__Collected data__
--- START ---

import { allowance, type CheckValue, type Tolerance } from './check-values';

/** How many single numbers, texts and marks were compared, and what was wrong. */
export interface Comparison {
  readonly compared: number;
  readonly differences: readonly string[];
}

/**
 * Compares results with everything that a row expects: numbers within its tolerance, all else equal, and no key more
 * or less on either side, however deep. A regime of `either` takes both.
 */
export function compare({ expected, tolerance }: CheckValue, results: unknown): Comparison {
  const differences: string[] = [];
  const compared = compareAt('', '', expected, results, tolerance, differences);
  return { compared, differences };
}

function compareAt(
  path: string,
  key: string,
  expected: unknown,
  result: unknown,
  tolerance: Tolerance,
  differences: string[],
): number {
  if (typeof expected === 'object' && expected !== null) {
    const entries = Object.entries(expected);
    const found = typeof result === 'object' && result !== null ? result : {};
    for (const extra of Object.keys(found))
      if (!(extra in expected)) differences.push(`${path}${extra} is not expected`);
    // The entries of a list have the tolerance of the list.
    const keyOf = (name: string) => (Array.isArray(expected) ? key : name);
    return entries.reduce((count, [name, inner]) => {
      const innerResult: unknown = Reflect.get(found, name);
      return count + compareAt(`${path}${name}.`, keyOf(name), inner, innerResult, tolerance, differences);
    }, 0);
  }
  const isMet =
    typeof expected === 'number'
      ? typeof result === 'number' && Math.abs(result - expected) <= allowance(tolerance, key, expected)
      : result === expected || (expected === 'either' && (result === 'choked' || result === 'subsonic'));
  if (!isMet) differences.push(`${path.slice(0, -1)} is ${String(result)}, expected ${String(expected)}`);
  return 1;
}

--- END ---

__WHAT TO PRODUCE__
For this exercise, the records above must be returned exactly.

__TASK ANSWER__
import { allowance, type CheckValue, type Tolerance } from './check-values';

/** How many single numbers, texts and marks were compared, and what was wrong. */
export interface Comparison {
  readonly compared: number;
  readonly differences: readonly string[];
}

/**
 * Compares results with everything that a row expects: numbers within its tolerance, all else equal, and no key more
 * or less on either side, however deep. A regime of `either` takes both.
 */
export function compare({ expected, tolerance }: CheckValue, results: unknown): Comparison {
  const differences: string[] = [];
  const compared = compareAt('', '', expected, results, tolerance, differences);
  return { compared, differences };
}

function compareAt(
  path: string,
  key: string,
  expected: unknown,
  result: unknown,
  tolerance: Tolerance,
  differences: string[],
): number {
  if (typeof expected === 'object' && expected !== null) {
    const entries = Object.entries(expected);
    const found = typeof result === 'object' && result !== null ? result : {};
    for (const extra of Object.keys(found))
      if (!(extra in expected)) differences.push(`${path}${extra} is not expected`);
    // The entries of a list have the tolerance of the list.
    const keyOf = (name: string) => (Array.isArray(expected) ? key : name);
    return entries.reduce((count, [name, inner]) => {
      const innerResult: unknown = Reflect.get(found, name);
      return count + compareAt(`${path}${name}.`, keyOf(name), inner, innerResult, tolerance, differences);
    }, 0);
  }
  const isMet =
    typeof expected === 'number'
      ? typeof result === 'number' && Math.abs(result - expected) <= allowance(tolerance, key, expected)
      : result === expected || (expected === 'either' && (result === 'choked' || result === 'subsonic'));
  if (!isMet) differences.push(`${path.slice(0, -1)} is ${String(result)}, expected ${String(expected)}`);
  return 1;
}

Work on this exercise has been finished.